There is excess air that absorbs heat. Same quantity of fuel => same quantity of heat, but more air. That decreases alpha.

There is excess oxygen. Reaction rate is proportional to concentration^order, you're increasing oxygen concentration while keeping fuel concentration the same, since the cylinder is still the same volume but you have higher partial pressure of oxygen. That increases omega (with the dot over it).

Going from 1.0 to 1.2 lambda isn't a massive change all things considered, so assuming the effects cancel out is approximately correct. You can always use less timing advance to be safe.

Side note: In the case of adding EGR, reaction rate is not affected much since the concentration of CO and NO is tiny, but you're also raising the temperature considerably which speeds up the reaction.
Concentration.

Omega naught is proportional to the concentration of reactants. In one instance, you are reducing one reactant ( gasoline ). On the other hand you are keeping the oxidizer concentration ( oxygen ) constant. Omega naught will be smaller.

Also, you are ignoring the other variable. Temperature. With less fuel and more air, T(sub b) is smaller ( the flame front burns at a lower temperature ). The temperature relation in the parentheses will be smaller.

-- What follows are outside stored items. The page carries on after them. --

def exhaustive(evaluate: Evaluator, sizes: np.ndarray, n_obj: int, chunk: int = CHUNK, progress: Any = None,
               workers: int = 1, dask_address: str | None = None, archive: Archive | None = None,
               start: int = 0, ranges: list[tuple[int, int]] | None = None) -> SearchResult:
    """Evaluate every point of the mixed-radix space ``sizes``; exact front.

    Parameters
    ----------
    evaluate : callable
        ``evaluate(x) -> (F, G)`` for integer vectors (n, n_var); picklable for ``workers > 1``
        or a Dask cluster.
    sizes : array of int
        Number of values of each variable (first variable fastest in the index).
    n_obj : int
    chunk : int
        Candidates per vectorized batch (memory is bounded by the chunk and the front).
    progress : Progress, optional
        Gets ``update(done, total)``.
    workers : int
        Local processes (1 = this one).
    dask_address : str, optional
        Enumerate on the Dask cluster of this scheduler instead.
    archive, start : optional
        Continue an archive that already holds the indices below ``start``.
    ranges : list of (start, stop), optional
        Enumerate only these (the blocks a bound leaves, :mod:`.bounds`; ``archive`` then holds
        the rest of the feasible points).
    """
    sizes = np.asarray(sizes, np.int64)
    total = space_size(sizes)
    if total >= 2**62:
        raise ValueError("space too large to enumerate")
    ranges = [(start, total)] if ranges is None else ranges
    todo = sum(b - a for a, b in ranges)
    t0 = time.perf_counter()
    arch, used = run_ranges(evaluate, sizes, n_obj, 0, 0, workers, dask_address,
                            _progress_fn(progress, total, total - todo), chunk, archive, ranges=ranges)
    dt = time.perf_counter() - t0
    info = {"rate_per_s": round(todo / max(dt, 1e-9)), "workers": used,
            "backend": "dask" if dask_address else ("processes" if used > 1 else "in-process")}
    return SearchResult("exhaustive", arch, todo, total, dt, "complete", info=info)
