The files use edge units with the unit in every field name (``modulus_gpa``, ``thickness_um``);
the loader converts them to the SI records of :mod:`strainline.models.materials`. Every problem in
a file -- an unknown or missing field, a wrong type, a value out of range, a coverlay naming an
unknown film -- raises one :class:`~strainline.optimizer.errors.CatalogError` whose text names the
file and the field path, e.g.
``materials.yaml: dielectrics.acrylic-adhesive.modulus_gpa: must be > 0, got -1``.

The shipped values are typical figures for concept work, mostly from memory (each entry says where
its numbers come from in ``source``); they are to be replaced by the fabricator's material set.
"""
from __future__ import annotations

import functools
import math
import re
from collections.abc import Callable, Mapping
from dataclasses import dataclass, field
from importlib import resources
from pathlib import Path
from types import MappingProxyType
from typing import Any

import numpy as np
import yaml
from numpy.typing import ArrayLike

from strainline.models.materials import (
    COPPER_TYPES,
    DIELECTRIC_FAMILIES,
    CopperFoil,
    Coverlay,
    Dielectric,
    FoilWeight,
)
from strainline.models.units import GHZ, GPA, MPA, UM
from strainline.optimizer.inputs import yamlio
from strainline.optimizer.errors import CatalogError, not_one_of

__all__ = [
    "CATALOG_FILES",
    "CAUTION",
    "SECTIONS",
    "Catalog",
    "Fabrication",
    "TotalThicknessRule",
    "load_catalog",
]

#: The files a catalog folder must hold.
CATALOG_FILES: tuple[str, ...] = ("materials.yaml", "copper.yaml", "fabrication.yaml")
#: The sections of a catalog, in listing order.
SECTIONS: tuple[str, ...] = ("dielectrics", "coverlays", "foils", "weights", "fabrication")
#: 100 % IACS (International Annealed Copper Standard, IEC 60028): 58.0 MS/m.
IACS_S_PER_M: float = 58.0e6
#: Keys of ``thickness_tolerance.material_pct``: the dielectric families plus the copper foil.
TOLERANCE_KEYS: tuple[str, ...] = (*DIELECTRIC_FAMILIES, "copper-foil")
#: Impedance tolerance classes every catalog must define.
IMPEDANCE_CLASSES: tuple[str, ...] = ("standard", "tight", "special")
#: The one-line note that goes with every listing of the catalog.
CAUTION: str = (
    "Catalog values are typical figures for concept work, mostly from memory: replace them with "
    "the fabricator's material set; verify with the fabricator's impedance modelling and coupons "
    "and with flex testing (IPC-TM-650 methods); defer to IPC-2223/IPC-6013."
)

_NAME = re.compile(r"^[a-z0-9][a-z0-9-]*$")
_WEIGHT_NAME = re.compile(r"^\d+(/\d+)?oz$")


# --------------------------------------------------------------------------------------------
# records
# --------------------------------------------------------------------------------------------
@dataclass(frozen=True)
class TotalThicknessRule:
    """Tolerance on the total finished thickness of a flex build.

    Parameters
    ----------
    bands_m : tuple of (up_to_m, plus_minus_m)
        Absolute bands in ascending order: a total thickness up to ``up_to_m`` (m) has a
        tolerance of +/- ``plus_minus_m`` (m).
    above_relative : float
        Above the last band the tolerance is ``above_relative * total`` (fraction), never less than
        the last band's absolute value.
    source : str
    """

    bands_m: tuple[tuple[float, float], ...]
    above_relative: float
    source: str

    def tolerance_m(self, total_m: ArrayLike) -> np.ndarray:
        """+/- tolerance (m) of a total thickness ``total_m`` (m, any shape; a row per candidate)."""
        t = np.asarray(total_m, dtype=float)
        out = np.maximum(self.above_relative * t, self.bands_m[-1][1])
        for up_to, pm in reversed(self.bands_m):  # a few bands, not a loop over candidates
            out = np.where(t <= up_to, pm, out)
        return out
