"""``example-vignette``: darken an image towards its corners.

Per pixel ``(i, j)`` of an H x W image, with pixel centres measured from the image centre and
scaled so that the corner pixels' centres lie at radius 1::

    dx = (j - (W - 1) / 2) / ((W - 1) / 2)      (0 when W == 1)
    dy = (i - (H - 1) / 2) / ((H - 1) / 2)      (0 when H == 1)
    r  = sqrt(dx**2 + dy**2) / sqrt(2)
    factor = 1 - strength * r ** falloff

R, G and B are multiplied by ``factor``; every other channel (A, vectors, ``conf``) passes
through unchanged. Scaling premultiplied colour and keeping alpha is the same as scaling the
unpremultiplied colour, so no unpremultiply is needed.
"""

from __future__ import annotations

from collections.abc import Mapping

import numpy as np
from pydantic import BaseModel, ConfigDict, Field

from graphcore.errors import OpError
from graphcore.image import COLOR, Image
from graphcore.registry.operator import OpContext, Operator, Port

__all__ = ["VIGNETTE", "VignetteParams", "vignette_factor", "compute"]


class VignetteParams(BaseModel):
    """Params of ``example-vignette``."""

    model_config = ConfigDict(extra="forbid", frozen=True)

    strength: float = Field(
        0.3, ge=0.0, le=1.0,
        description=("How much the corners darken: 0 leaves the image unchanged, 1 makes the "
                     "corner pixels black. The centre is never changed."),
    )
    falloff: float = Field(
        2.0, gt=0.0, le=16.0,
        description=("Exponent of the radius in the darkening curve: 1 darkens linearly from the "
                     "centre, larger values keep the middle clear and darken only near the corners."),
    )


def vignette_factor(height: int, width: int, strength: float, falloff: float) -> np.ndarray:
    """The multiplier per pixel.

    Parameters
    ----------
    height, width : int
        Image size in pixels.
    strength, falloff : float
        As in ``VignetteParams``.

    Returns
    -------
    ndarray, shape (height, width), float32
        1 at the centre, ``1 - strength`` at the corner pixels.
    """
    def axis(n: int) -> np.ndarray:
        if n == 1:
            return np.zeros(1)
        half = (n - 1) / 2.0
        return (np.arange(n) - half) / half

    dy, dx = axis(height)[:, None], axis(width)[None, :]
    r = np.sqrt(dx * dx + dy * dy) / np.sqrt(2.0)
    return (1.0 - strength * r ** falloff).astype(np.float32)


def compute(params: VignetteParams, inputs: Mapping[str, Image], ctx: OpContext) -> Image:
    """Apply the vignette to port ``image``; see the module docstring for the formula."""
    img = inputs["image"]
    colour = [img.index(c) for c in COLOR if c in img.channels]
    if not colour:
        raise OpError(f"input 'image' has no colour channels (it has {', '.join(img.channels)})",
                      field="inputs.image",
                      fix="connect an image with R, G and B channels to port 'image'")
    factor = vignette_factor(img.height, img.width, params.strength, params.falloff)
    out = np.array(img.pixels, dtype=np.float32, copy=True)
    out[:, :, colour] *= factor[:, :, None]
    return img.replace(pixels=out)


VIGNETTE = Operator(
    name="example-vignette",
    version=1,
    summary="Darken an image towards its corners (example third-party operator).",
    params=VignetteParams,
    compute=compute,
    inputs=(Port("image", doc="Any image with R, G, B; other channels pass through."),),
    doc=__doc__ or "",
    outputs="The input's channels; R, G, B scaled by the vignette factor.",
)
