@pytest.mark.parametrize("spelling", SPELLINGS)
def test_no_spelling_of_a_source_path_lets_write_replace_it(tmp_path, monkeypatch, spelling):
    src_dir = tmp_path / "src"
    src = sequence(src_dir, 2, np.float32)
    before = {p.name: p.read_bytes() for p in src_dir.iterdir()}
    monkeypatch.chdir(tmp_path)
    if spelling == "dotdot":
        dst = f"{src_dir}/../src/sh.%04d.exr"
    elif spelling == "double-slash":
        dst = f"{src_dir}//sh.%04d.exr"
    elif spelling == "dot":
        dst = f"{src_dir}/./sh.%04d.exr"
    elif spelling == "hashes":
        dst = f"{src_dir}/sh.####.exr"
    elif spelling == "relative":
        dst = "src/sh.%04d.exr"
    elif spelling == "symlinked-folder":
        os.symlink(src_dir, tmp_path / "alias")
        dst = f"{tmp_path}/alias/sh.%04d.exr"
    else:
        links = tmp_path / "links"
        links.mkdir()
        for name in before:
            (os.symlink if spelling == "symlinked-files" else os.link)(src_dir / name, links / name)
        dst = f"{links}/sh.%04d.exr"
    rc, _, err = convert(src, dst)
    assert rc == 2 and "Traceback" not in err
    assert "would overwrite source plate" in err and "node 'out'" in err
    assert {p.name: p.read_bytes() for p in src_dir.iterdir()} == before
    assert temporaries(tmp_path) == []


def test_write_itself_refuses_a_hard_link_to_what_it_reads(tmp_path):
    """The write operator's own guard (used when a graph is evaluated without the planner)."""
    from graphcore.errors import OpError
    from graphcore.image import Image
    from graphcore.sample import Sample
    from operators.io.write import WRITE, WriteParams
    from tests.operators.conftest import op_context

    plate = tmp_path / "p.0001.exr"
    write_plate(plate, picture(0, np.float32))
    os.link(plate, tmp_path / "q.0001.exr")
    before = plate.read_bytes()
    img = Image(np.zeros((2, 2, 3), np.float32), ("R", "G", "B"))
    with pytest.raises(OpError) as info:
        WRITE.compute(WriteParams(path=str(tmp_path / "q.%04d.exr")), {"image": img},
                      op_context(Sample(1), sources=(str(plate),)))
    assert info.value.field == "path" and "source plate" in info.value.message
    assert plate.read_bytes() == before


# -- damaged and odd plates through whole renders --------------------------------------------------
@settings(max_examples=100, deadline=None, derandomize=True,
          suppress_health_check=[HealthCheck.function_scoped_fixture, HealthCheck.too_slow])
@given(changes=st.lists(st.tuples(st.integers(0, 1 << 20), st.integers(1, 255)), max_size=6),
       cut=st.one_of(st.none(), st.floats(0, 1, exclude_max=True)))
def test_a_damaged_frame_fails_alone_in_a_render(tmp_path_factory, changes, cut):
    """One damaged frame (bytes flipped and/or cut short) in a three-frame convert: exit 0 (the damage
    left a readable image) or 2 naming that file; the other frames are written; no temporary file.
    tests/operators/test_io_fuzz.py runs the reader alone on thousands of damaged files."""
    tmp_path = tmp_path_factory.mktemp("damaged")
    src = sequence(tmp_path / "src", 3, np.float32)
    bad = tmp_path / "src" / "sh.1002.exr"
    data = bytearray(bad.read_bytes())
    for pos, xor in changes:
        data[pos % len(data)] ^= xor
    if cut is not None:
        data = data[: int(cut * len(data))]
    bad.write_bytes(bytes(data))
    out = tmp_path / "out"
    rc, _, err = convert(src, f"{out}/o.%04d.exr")
    assert rc in (0, 2) and "Traceback" not in err, err
    written = sorted(p.name for p in out.iterdir())
    if rc == 2:
        assert str(bad) in err and "frame(s) 1002" in err
        assert written == ["o.1001.exr", "o.1003.exr"]
    else:
        assert written == ["o.1001.exr", "o.1002.exr", "o.1003.exr"]
    assert cut is None or rc == 2                       # a file cut short is never taken for an image
    event(f"exit {rc}")


@pytest.mark.parametrize("channels", [["Y"], ["A"], ["Z"], ["fwd.x"], ["R", "G"], ["Y", "RY", "BY"],
                                      ["R", "G", "B"]])
def test_plates_with_missing_or_odd_channels_through_retime(tmp_path, channels):
    """Exit 0 with the plate's channels written, or 2 naming the node and field; never a traceback.
    (One channel is matched as grey; two channels or luma/chroma layers have no R G B to match on.)"""
    rng = np.random.default_rng(4)
    src = tmp_path / "src"
    src.mkdir()
    for f in range(1001, 1004):
        write_plate(src / f"p.{f}.exr", {c: rng.random((24, 32)).astype(np.float32) for c in channels})
    rc, _, err = run_retime(f"{src}/p.%04d.exr", f"{tmp_path}/out/o.%04d.exr", "2")
    assert rc in (0, 2) and "Traceback" not in err, err
    if rc == 2:
        assert "node 'vectors', field 'channels'" in err and "no R G B channels to match on" in err
        assert len(channels) > 1
    else:
        assert sorted(raw_channels(tmp_path / "out" / "o.1002.exr")) == sorted(channels)


def _limit_memory():
    resource.setrlimit(resource.RLIMIT_AS, (3 << 30, resource.RLIM_INFINITY))


@pytest.mark.parametrize("args, words", [
    (["--set", "slowdown=1e9"], "(2000000001 frames), more than the 1000000 one render may span"),
    (["--set", "slowdown=2", "--frames", "1-100000000000"], "spans 100000000000 frames"),
])
def test_an_absurd_frame_range_is_refused_before_listing_it(tmp_path, args, words):
    """A slowdown of 1e9 on a three-frame plate asked for 2e9 output frames; listing them exhausted
    memory (MemoryError and a traceback under a 4 GB limit, measured). Run under a 3 GiB address
    space limit so a regression fails instead of hurting the machine."""
    src = sequence(tmp_path / "src", 3, np.float32)
    proc = subprocess.run([sys.executable, "-m", "graphcore", "run", str(GRAPHS / "retime.json"), "--set",
                           f"src={src}", "--set", f"dst={tmp_path}/out/o.%04d.exr", *args, "-q"],
                          capture_output=True, text=True, timeout=300, preexec_fn=_limit_memory, check=False)
    assert proc.returncode == 2 and "Traceback" not in proc.stderr, proc.stderr
    assert words in proc.stderr
    assert not (tmp_path / "out").exists()


# -- sizes too large for memory ------------------------------------------------------------------------
def _with_resize(tmp_path, src: str, params: dict):
    doc = json.loads((GRAPHS / "convert.json").read_text())
    doc["nodes"]["big"] = {"op": "resize", "params": params, "inputs": {"image": "plate"}}
    doc["nodes"]["out"]["inputs"]["image"] = "big"
    return write_json(tmp_path / "g.json", doc)


@pytest.mark.parametrize("params, field", [({"width": 65536, "height": 65536}, "width"), ({"scale": 1000}, "scale")])
def test_a_resize_beyond_memory_is_refused_before_allocating(tmp_path, params, field):
    """64 x 48 with five channels to 65536 x 65536 needs 160 GiB (80 GiB resampled, 80 GiB placed):
    refused by node and field. Under a 3 GiB address-space limit, so a regression fails instead of
    filling the machine's memory."""
    src = sequence(tmp_path / "src", 1, np.float32)
    graph = _with_resize(tmp_path, src, params)
    proc = subprocess.run([sys.executable, "-m", "graphcore", "run", str(graph), "--set", f"src={src}", "--set",
                           f"dst={tmp_path}/out/o.%04d.exr", "-q"], capture_output=True, text=True, timeout=300,
                          preexec_fn=_limit_memory, check=False)
    assert proc.returncode == 2 and "Traceback" not in proc.stderr, proc.stderr
    assert f"node 'big', field '{field}'" in proc.stderr and "GiB midframe allows for one image" in proc.stderr
    assert "MIDFRAME_MAX_IMAGE_MB" in proc.stderr
    assert not (tmp_path / "out").exists()


def test_running_out_of_memory_in_an_operator_is_an_input_error(tmp_path, monkeypatch):
    """A MemoryError inside compute (here raised by the resampler) names the node and what to do."""
    import operators.transform.resize as resize_module

    def no_memory(*args, **kw):
        raise MemoryError("Unable to allocate 12.0 GiB for an array")

    monkeypatch.setattr(resize_module, "_resample", no_memory)
    src = sequence(tmp_path / "src", 2, np.float32)
    graph = _with_resize(tmp_path, src, {"width": 32, "height": 24})
    rc, _, err = cli("run", str(graph), "--set", f"src={src}", "--set", f"dst={tmp_path}/out/o.%04d.exr", "-q")
    assert rc == 2 and "Traceback" not in err
    assert f"{graph}, node 'big': ran out of memory at frame 1001" in err and "fewer --jobs" in err
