def _figures(frame: int, files: Mapping[int, Mapping[str, str]], scale: float | None) -> str:
    kinds = files.get(frame, {})
    figs = []
    for kind, caption in PICTURE_KINDS.items():
        if kind in kinds:
            rel = kinds[kind]
            extra = (f" (0 black to {_fmt(scale, '.3g')} or more pale yellow)" if kind == "error" and scale else "")
            figs.append(f'<figure><a href="{_e(rel)}"><img src="{_e(rel)}" alt="{_e(kind)} of frame {frame}">'
                        f"</a><figcaption><b>{_e(kind)}</b>: {_e(caption + extra)}</figcaption></figure>")
    return f'<div class="figs">{"".join(figs)}</div>' if figs else ""


def _kv_table(rows: Iterable[tuple[str, Any]], cls: str = "facts") -> str:
    body = "".join(f"<tr><th class=l>{_e(k)}</th><td class=l>{_e(_fmt(v))}</td></tr>" for k, v in rows)
    return f'<table class="{cls}">{body}</table>' if body else ""


def _params_html(params: Any) -> str:
    if not isinstance(params, Mapping) or not params:
        return "-"
    lines = [f"{k} = {json.dumps(v, ensure_ascii=False, sort_keys=True, default=str)}" for k, v in params.items()]
    return f"<pre>{_e(chr(10).join(lines))}</pre>"


def _inputs_html(inputs: Any) -> str:
    if not isinstance(inputs, Mapping) or not inputs:
        return "-"
    lines = [f"{p} \u2190 {', '.join(map(str, v)) if isinstance(v, (list, tuple)) else v}" for p, v in inputs.items()]
    return f"<pre>{_e(chr(10).join(lines))}</pre>"


_HOW_TO_READ = (
    "Every number here is a prediction made from the shot itself: midframe rebuilt real source "
    "frames from neighbours one step further apart than usual, measured how far each rebuilt frame "
    "was from the real one, and combined that with how much the motion vectors can be trusted and "
    "how much of the picture is hidden or revealed between frames. From these it predicts a risk for "
    "every in-between frame it will build. Higher is worse. No one has looked at the frames yet: "
    "check the frames listed under \u201cWorst frames\u201d first, riskiest at the top, then the "
    "red and amber bars of the strip. A low risk is not a promise; a high one says where to look.")


def page_html(assessment: Mapping[str, Any], graph_doc: Mapping[str, Any],
              files: Mapping[int, Mapping[str, str]], scale: float | None) -> str:
    """The page's HTML text. ``files[frame][kind]`` is the relative path of each picture written
    (only those are shown); ``scale`` is the top of the error heat scale."""
    frames = _frames(assessment)
    by_frame = {f.frame: f for f in frames}
    thresholds = _thresholds(assessment)
    graph = assessment.get("graph") if isinstance(assessment.get("graph"), Mapping) else {}
    gfile = graph.get("file")
    title = f"midframe assess: {gfile}" if gfile else "midframe assess"
    p: list[str] = ["<!DOCTYPE html>", '<html lang="en">', "<head>", '<meta charset="utf-8">',
                    '<meta name="viewport" content="width=device-width, initial-scale=1">',
                    f"<title>{_e(title)}</title>", f"<style>{_CSS}</style>", "</head>", "<body>",
                    f"<h1>Risk of the in-between frames{': ' + _e(gfile) if gfile else ''}</h1>"]
    facts: list[tuple[str, Any]] = []
    for key, label in (("file", "graph file"), ("hash", "graph hash")):
        if graph.get(key) is not None:
            facts.append((label, graph[key]))
    vars_ = graph.get("vars")
    if isinstance(vars_, Mapping):
        facts.extend((f"variable {k}", v) for k, v in vars_.items())
    for key, label in (("time_node", "time node"), ("inbetween_node", "in-between node"),
                       ("vectors_node", "vectors node")):
        if assessment.get(key) is not None:
            facts.append((label, assessment[key]))
    for name, v in sorted(thresholds.items(), key=lambda kv: kv[1]):
        facts.append((f"threshold: {name}", v))
    if assessment.get("schema") is not None:
        facts.append(("document", f"{assessment['schema']} version {assessment.get('version', '?')}"))
    p.append(_kv_table(facts))

    p.append('<h2 id="how">How to read this</h2>')
    p.append(f"<p>{_e(_HOW_TO_READ)}</p>")

    summary = assessment.get("summary")
    if isinstance(summary, Mapping) and summary:
        p.append('<h2 id="summary">Summary</h2>')
        rows = []
        for k, v in summary.items():
            if k == "worst" and isinstance(v, Sequence) and not isinstance(v, str):
                links = ", ".join(f'<a href="#frame-{int(f)}">{int(f)}</a>' if _is_number(f) and f in by_frame
                                  else _e(_fmt(f)) for f in v)
                rows.append(f"<tr><th class=l>worst</th><td class=l>{links or '-'}</td></tr>")
            else:
                rows.append(f"<tr><th class=l>{_e(str(k).replace('_', ' '))}</th><td class=l>{_e(_fmt(v))}</td></tr>")
        p.append(f'<table class="summary">{"".join(rows)}</table>')

    p.append('<h2 id="strip">Risk of every output frame</h2>')
    p.append('<div class="scroll">' + strip_svg(assessment) + "</div>")
    rank = {name: i for i, name in enumerate(LEVEL_COLOURS)}
    levels = sorted({f.level for f in frames if f.level}, key=lambda x: (rank.get(x, len(rank)), x))
    legend = "".join(f'<span><i class="chip" style="background:{_colour(lv)}"></i>{_e(lv)}</span>' for lv in levels)
    p.append(f'<p class="legend note">{legend} One bar per frame, in frame order; the height is the '
             "predicted risk; dashed lines are the thresholds. Each bar links to its row below.</p>")

    # worst frames
    worst, unknown = worst_frames(assessment, files.keys())
    cols = _frame_columns([by_frame[f] for f in worst])
    p.append('<h2 id="worst">Worst frames</h2>')
    if worst:
        p.append(f"<p class=note>In order of decreasing risk. {'The heat scale of the error maps:' if scale else ''}</p>")
        if scale:
            p.append(_heat_legend(scale))
        body = []
        for rank, f in enumerate(worst, 1):
            fr = by_frame[f]
            body.append(f'<tr class="worst" data-frame="{f}"><td>{rank}</td>'
                        f"{_cells(fr.fields, cols, _FRAME_FIELDS, fr.level)}</tr>")
            figs = _figures(f, files, scale)
            if figs:
                body.append(f'<tr class="pics"><td></td><td colspan="{len(cols)}">{figs}</td></tr>')
        p.append(f'<div class="scroll"><table class="worst">{_head(cols, _FRAME_FIELDS, ["rank"])}'
                 f"{''.join(body)}</table></div>")
    else:
        named = summary.get("worst") if isinstance(summary, Mapping) else None
        p.append("<p>The assessment names no worst frames.</p>" if isinstance(named, list)
                 else "<p>No frame has a risk value.</p>")
    if unknown:
        p.append(f"<p class=note>The summary also names frames that are not in the frame list: "
                 f"{_e(', '.join(map(str, unknown)))}.</p>")

    # every frame
    p.append('<h2 id="frames">Every frame</h2>')
    cols = _frame_columns(frames)
    body = "".join(f'<tr id="frame-{f.frame}" class="frame" data-frame="{f.frame}">'
                   f"{_cells(f.fields, cols, _FRAME_FIELDS, f.level)}</tr>" for f in frames)
    p.append(f'<div class="scroll"><table class="frames">{_head(cols, _FRAME_FIELDS)}{body}</table></div>')

    # leave-one-out sources
    sources = assessment.get("sources")
    shown = set(worst)
    if isinstance(sources, Sequence) and not isinstance(sources, str) and sources:
        rows = [s for s in sources if isinstance(s, Mapping)]
        p.append('<h2 id="sources">Source frames rebuilt from their neighbours (leave-one-out)</h2>')
        p.append("<p class=note>Each real source frame was rebuilt from the two frames one step "
                 "further away, as if it were an in-between, and compared with itself: PSNR in dB, "
                 "higher is closer.</p>")
        cols = _columns(rows, _SOURCE_FIELDS)
        body = []
        for s in rows:
            f = s.get("frame")
            anchor = f' id="source-{_e(f)}"' if _is_number(f) else ""
            cells = "".join(
                f"<td>{_e(_fmt(s.get(c), _SOURCE_FIELDS.get(c, ('', ''))[1]))}</td>" for c in cols)
            body.append(f'<tr class="source"{anchor}>{cells}</tr>')
            if _is_number(f) and int(f) not in by_frame and int(f) in files:
                body.append(f'<tr class="pics"><td colspan="{len(cols)}">{_figures(int(f), files, scale)}</td></tr>')
                shown.add(int(f))
        p.append(f'<div class="scroll"><table class="sources">{_head(cols, _SOURCE_FIELDS)}{"".join(body)}</table></div>')

    others = [f for f in sorted(files) if f not in shown]
    if others:
        p.append('<h2 id="pictures">More pictures</h2>')
        for f in others:
            p.append(f"<h3>frame {f}</h3>{_figures(f, files, scale)}")

    # the graph
    nodes, _ = _node_links(graph_doc)
    roles = {}
    for key, role in (("time_node", "the time mapping"), ("inbetween_node", "builds the in-betweens"),
                      ("vectors_node", "the motion vectors")):
        nid = assessment.get(key)
        if isinstance(nid, str) and nid in nodes:
            roles[nid] = role if nid not in roles else roles[nid] + "; " + role
    p.append('<h2 id="graph">The graph</h2>')
    p.append('<div class="scroll">' + graph_svg(graph_doc, roles) + "</div>")
    note = "Data flows left to right; each box shows the node id and, below it, its operator; the " \
           "port each link feeds is written on the link."
    if roles:
        note += " Thick outline: " + "; ".join(f"{nid} ({r})" for nid, r in roles.items()) + "."
    p.append(f"<p class=note>{_e(note)}</p>")
    dangling = graph_layout(graph_doc).dangling
    if dangling:
        p.append("<p class=note>Links from nodes that are not in the graph: " + _e(
            "; ".join(f"{t}.{port} \u2190 {s}" for s, t, port in dangling)) + ".</p>")
    body = "".join(
        f'<tr class="node"><td class="l mono">{_e(nid)}</td><td class="l mono">{_e(spec.get("op", "?"))}</td>'
        f'<td class=l>{_inputs_html(spec.get("inputs"))}</td><td class=l>{_params_html(spec.get("params"))}</td>'
        f'<td class=l>{_e(spec.get("doc", "")) or "-"}</td></tr>' for nid, spec in nodes.items())
    p.append('<div class="scroll"><table class="params"><tr><th class=l>node</th><th class=l>op</th>'
             f"<th class=l>inputs</th><th class=l>params</th><th class=l>note</th></tr>{body}</table></div>")
    p.append("<p class=note>Written by midframe. This page is static: no scripts, nothing loaded "
             "from elsewhere.</p>")
    p.append("</body></html>")
    return "\n".join(p) + "\n"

At just this side of lean lambda, it is known that burn rate increases. But it rapidly falls off. I worked with three Chrysler vehicles and their lean burn systems. A four, six and V8. At 18:1 AFR, all of them needed quite a bit of ignition advance (60 DCA before TDC, average). However, you are correct in that the addition of EGR increased flame speed and ignition advance could be pulled back to 35-45 BTDC.